▶ Problem to work on
Your answer should be an exact copy of the lines from the start of the entries to the line containing "rotor_inertia: 50 g*cm^2", both included.

▶ Data for this exercise

package dev.yoke.catalog;

import static org.junit.jupiter.api.Assertions.assertEquals;
import static org.junit.jupiter.api.Assertions.assertThrows;
import static org.junit.jupiter.api.Assertions.assertTrue;

import dev.yoke.model.Motor;
import dev.yoke.model.PowerSwitch;
import dev.yoke.model.Profile;
import dev.yoke.model.Scenario;
import java.io.IOException;
import java.io.OutputStream;
import java.nio.charset.StandardCharsets;
import java.nio.file.Files;
import java.nio.file.Path;
import java.util.List;
import org.junit.jupiter.api.Test;
import org.junit.jupiter.api.io.TempDir;

/** Loading behaviour beyond the broken corpus: encodings, size limits, defaults, conversions, warnings. */
class LoaderEdgeCasesTest {

    static final String MOTOR = """
            motors:
              - id: m1
                label: test motor
                nominal_voltage: 24 V
                resistance: 1.2 Ohm
                inductance: 0.5 mH
                torque_constant: 50 mN*m/A
                no_load_current: 0.2 A
                continuous_current: 3 A
                peak_current: 15 A
                max_speed: 5000 rpm
                rotor_inertia: 50 g*cm^2
                rth_winding_housing: 3 K/W
                rth_housing_ambient: 8 K/W
                tau_winding: 30 s
                tau_housing: 900 s
                max_winding_temp: 155 degC
                mass: 0.5 kg
                price: 30
            """;

    static final String SWITCH = """
            switches:
              - id: q1
                vds_max: 60 V
                id_continuous: 80 A
                id_pulsed: 300 A
                rds_on: 4 mOhm
                qg: 50 nC
                qgs: 15 nC
                qgd: 12 nC
                plateau_voltage: 4.5 V
                gate_resistance_internal: 1.5 Ohm
                coss: 600 pF
                diode_vf: 0.9 V
                qrr: 40 nC
                rth_jc: 0.6 K/W
                tj_max: 175 degC
                price: 1.2
            """;

    @TempDir
    Path dir;

    private Path write(String name, String text) throws IOException {
        return Files.writeString(dir.resolve(name), text, StandardCharsets.UTF_8);
    }

    @Test
    void byteOrderMarkIsSkipped() throws Exception {
        Path file = dir.resolve("bom.yaml");
        byte[] body = MOTOR.getBytes(StandardCharsets.UTF_8);
        byte[] withBom = new byte[body.length + 3];
        withBom[0] = (byte) 0xEF;
        withBom[1] = (byte) 0xBB;
        withBom[2] = (byte) 0xBF;
        System.arraycopy(body, 0, withBom, 3, body.length);
        Files.write(file, withBom);
        LoadedCatalog loaded = CatalogLoader.loadFiles(List.of(file));
        assertEquals("m1", loaded.catalog().motors().get(0).id());
        assertEquals(2, loaded.motorOrigins().get("m1").line(), "line numbers are not shifted by the mark");
    }

    @Test
    void crlfLineEndingsLoadWithTheSameLines() throws Exception {
        Path file = write("crlf.yaml", MOTOR.replace("\n", "\r\n"));
        LoadedCatalog loaded = CatalogLoader.loadFiles(List.of(file));
        assertEquals(1.2, loaded.catalog().motors().get(0).resistance());
        Path broken = write("crlf-broken.yaml", MOTOR.replace("1.2 Ohm", "1.2 mH").replace("\n", "\r\n"));
        InputException e = assertThrows(InputException.class, () -> CatalogLoader.loadFiles(List.of(broken)));
        assertEquals(5, e.errors().get(0).line());
    }

    /** A 50 MB file is refused from its size alone, before any byte is parsed. */
    @Test
    void fiftyMegabyteFileIsRefusedWithItsSize() throws Exception {
        Path big = dir.resolve("huge.yaml");
        byte[] block = ("# " + "x".repeat(1021) + "\n").getBytes(StandardCharsets.US_ASCII);
        try (OutputStream out = Files.newOutputStream(big)) {
            out.write(MOTOR.getBytes(StandardCharsets.UTF_8));
            for (int i = 0; i < 50 * 1024; i++) {
                out.write(block);
            }
        }
        InputException e = assertThrows(InputException.class, () -> CatalogLoader.loadFiles(List.of(big)));
        assertTrue(e.errors().get(0).message().startsWith("the file is 50.0 MB"), e.getMessage());
        InputException s = assertThrows(InputException.class, () -> ScenarioLoader.load(big));
        assertTrue(s.errors().get(0).message().contains("MB"), s.getMessage());
    }

    @Test
    void everyErrorOfEveryFileIsReportedInOneRun() throws Exception {
        Path a = write("a.yaml", MOTOR.replace("1.2 Ohm", "1.2 mH").replace("0.5 mH", "-1 mH"));
        Path b = write("b.yaml", SWITCH.replace("60 V", "60 A").replace("4 mOhm", "NaN"));
        InputException e = assertThrows(InputException.class, () -> CatalogLoader.loadFiles(List.of(a, b)));
        assertEquals(List.of("a.yaml:5:resistance", "a.yaml:6:inductance", "b.yaml:3:vds_max", "b.yaml:6:rds_on"),
                e.errors().stream().map(p -> p.file().getFileName() + ":" + p.line() + ":" + p.field()).toList());
    }

    @Test
    void folderLoadReadsYamlFilesInNameOrderAndSkipsOthers() throws Exception {
        write("b-switches.yml", SWITCH);
        write("a-motors.yaml", MOTOR);
        write("notes.txt", "not yaml");
        LoadedCatalog loaded = CatalogLoader.load(dir);
        assertEquals(List.of("a-motors.yaml", "b-switches.yml"),
                loaded.files().stream().map(f -> f.path().getFileName().toString()).toList());
        assertEquals(1, loaded.catalog().motors().size());
        assertEquals(1, loaded.catalog().switches().size());
        assertEquals(Files.size(dir.resolve("a-motors.yaml")), loaded.files().get(0).size());
    }

    @Test
    void defaultsApplyWhenOptionalKeysAreAbsent() throws Exception {
        LoadedCatalog loaded = CatalogLoader.loadFiles(List.of(write("m.yaml", MOTOR), write("s.yaml", SWITCH)));
        Motor m = loaded.catalog().motors().get(0);
        assertEquals(20.0, m.resistanceTemp());
        assertEquals(0.0, m.brushDrop());
        PowerSwitch s = loaded.catalog().switches().get(0);
        // Common-practice default hot on-resistance: 1.9 × the 25 °C value at 150 °C.
        assertEquals(4e-3 * PowerSwitch.DEFAULT_HOT_FACTOR, s.rdsOnHot(), 1e-15);
        assertEquals(PowerSwitch.DEFAULT_HOT_TEMP, s.rdsOnHotTemp());
        assertEquals("", s.packageName());
    }

    /**
     * k_e = 1/k_n and k_t = k_e in SI units (Hughes &amp; Drury, Electric Motors and Drives, ch. 3):
     * 382 rpm/V = 40.003 rad/s/V gives k_t = 0.024998 N·m/A; 2.618 V/krpm = 0.0250 V·s/rad.
     */
    @Test
    void speedAndBackEmfConstantsBecomeTheTorqueConstant() throws Exception {
        Motor byKn = CatalogLoader.loadFiles(List.of(write("kn.yaml",
                MOTOR.replace("torque_constant: 50 mN*m/A", "speed_constant: 382 rpm/V")))).catalog().motors().get(0);
        assertEquals(30 / Math.PI / 382, byKn.torqueConstant(), 1e-12);
        Motor byKe = CatalogLoader.loadFiles(List.of(write("ke.yaml",
                MOTOR.replace("torque_constant: 50 mN*m/A", "back_emf_constant: 2.618 V/krpm")))).catalog()
                .motors().get(0);
        assertEquals(2.618 * 60 / (2 * Math.PI * 1000), byKe.torqueConstant(), 1e-12);
    }

    /** (24 − 1.2·0.2)/0.05 = 475 rad/s no-load; a 20 000 rpm (2094 rad/s) max speed is 4.4× that. */
    @Test
    void implausibleMotorLoadsWithAWarningAndIsMarked() throws Exception {
        Path file = write("odd.yaml", MOTOR.replace("5000 rpm", "20000 rpm"));
        LoadedCatalog loaded = CatalogLoader.loadFiles(List.of(file));
        assertEquals(1, loaded.catalog().motors().size());
        assertEquals(1, loaded.warnings().size());
        Problem w = loaded.warnings().get(0);
        assertTrue(w.warning());
        assertEquals("max_speed", w.field());
        assertEquals(11, w.line());
        assertTrue(w.toString().contains(": warning: max_speed: "), w.toString());
        assertTrue(loaded.implausibleIds().contains("m1"));
    }

    /**
     * Datasheet convention (common practice): I_D = sqrt((T_j,max − 25)/(R_DS(on)(T_j,max)·R_th,jc)).
     * Here: R(175 °C) = 4 mΩ·(1 + 0.9/125·150) = 8.32 mΩ, so I_D ≤ sqrt(150/(8.32e-3·0.6)) = 173 A; 400 A is not.
     */
    @Test
    void switchRatedBeyondItsThermalPathDrawsAWarning() throws Exception {
        Path file = write("hot.yaml", SWITCH.replace("id_continuous: 80 A", "id_continuous: 400 A")
                .replace("id_pulsed: 300 A", "id_pulsed: 1000 A"));
        LoadedCatalog loaded = CatalogLoader.loadFiles(List.of(file));
        assertEquals(List.of("id_continuous"), loaded.warnings().stream().map(Problem::field).toList());
        Path fine = write("fine.yaml", SWITCH.replace("id_continuous: 80 A", "id_continuous: 170 A"));
        assertEquals(List.of(), CatalogLoader.loadFiles(List.of(fine)).warnings());
    }

    @Test
    void longElectricalTimeConstantDrawsAWarning() throws Exception {
        LoadedCatalog loaded = CatalogLoader.loadFiles(List.of(write("l.yaml", MOTOR.replace("0.5 mH", "5 H"))));
        assertEquals(List.of("inductance"), loaded.warnings().stream().map(Problem::field).toList());
    }

    @Test
    void scenarioDefaultsAndConversions() throws Exception {
        Path file = write("s.yaml", """
                name: minimal
                bench:
                  bus_voltage: 24
                  pwm_frequencies: 20 kHz
                  modulation: Sign-Magnitude
                  dead_time: 0.2 us
                  gate_drive_voltage: 12 V
                  gate_resistance: 0
                  max_duty: 95 %
                  ambient_temp: 300 K
                  switch_rth_case_ambient: 20 K/W
                  gear_ratios: [10]
                  gear_efficiency: 0.9
                  limits:
                    vds_derating: 0.8
                    junction_temp_limit: 125 degC
                    winding_temp_margin: 10 K
                    ripple_fraction: 0.3
                profile:
                  load_inertia: 0
                  segments:
                    - duration: 2 min
                      speed_start: 60 rpm
                      torque: 1 N*m
                """);
        Scenario s = ScenarioLoader.load(file).scenario();
        assertEquals(24.0, s.bench().busVoltageMin());
        assertEquals(24.0, s.bench().busVoltageMax());
        assertEquals(List.of(20000.0), s.bench().pwmFrequencies());
        assertEquals(0.95, s.bench().maxDuty());
        assertEquals(26.85, s.bench().ambientTemp(), 1e-12); // SI Brochure 2.3.1: 300 K − 273.15
        Profile p = s.profile();
        assertTrue(p.repeat());
        assertEquals("segment 1", p.segments().get(0).label());
        assertEquals(120.0, p.segments().get(0).duration());
        assertEquals(2 * Math.PI, p.segments().get(0).speedEnd(), 1e-12); // 60 rpm = 1 rev/s = 2π rad/s
    }

    /** FIPS 180-2, appendix B.1: SHA-256("abc"). */
    @Test
    void fileDigestIsSha256() {
        assertEquals("ba7816bf8f01cfea414140de5dae2223b00361a396177a9cb410ff61f20015ad",
                CatalogFile.sha256("abc".getBytes(StandardCharsets.US_ASCII)));
    }

    @Test
    void missingFolderAndFileAreReportedNotThrown() {
        InputException e = assertThrows(InputException.class, () -> CatalogLoader.load(dir.resolve("nope")));
        assertTrue(e.getMessage().endsWith("nope: no such catalog folder"), e.getMessage());
        InputException f = assertThrows(InputException.class, () -> ScenarioLoader.load(dir.resolve("x.yaml")));
        assertTrue(f.getMessage().endsWith("x.yaml: no such file"), f.getMessage());
    }
}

▶ Written response
package dev.yoke.catalog;

import static org.junit.jupiter.api.Assertions.assertEquals;
import static org.junit.jupiter.api.Assertions.assertThrows;
import static org.junit.jupiter.api.Assertions.assertTrue;

import dev.yoke.model.Motor;
import dev.yoke.model.PowerSwitch;
import dev.yoke.model.Profile;
import dev.yoke.model.Scenario;
import java.io.IOException;
import java.io.OutputStream;
import java.nio.charset.StandardCharsets;
import java.nio.file.Files;
import java.nio.file.Path;
import java.util.List;
import org.junit.jupiter.api.Test;
import org.junit.jupiter.api.io.TempDir;

/** Loading behaviour beyond the broken corpus: encodings, size limits, defaults, conversions, warnings. */
class LoaderEdgeCasesTest {

    static final String MOTOR = """
            motors:
              - id: m1
                label: test motor
                nominal_voltage: 24 V
                resistance: 1.2 Ohm
                inductance: 0.5 mH
                torque_constant: 50 mN*m/A
                no_load_current: 0.2 A
                continuous_current: 3 A
                peak_current: 15 A
                max_speed: 5000 rpm
                rotor_inertia: 50 g*cm^2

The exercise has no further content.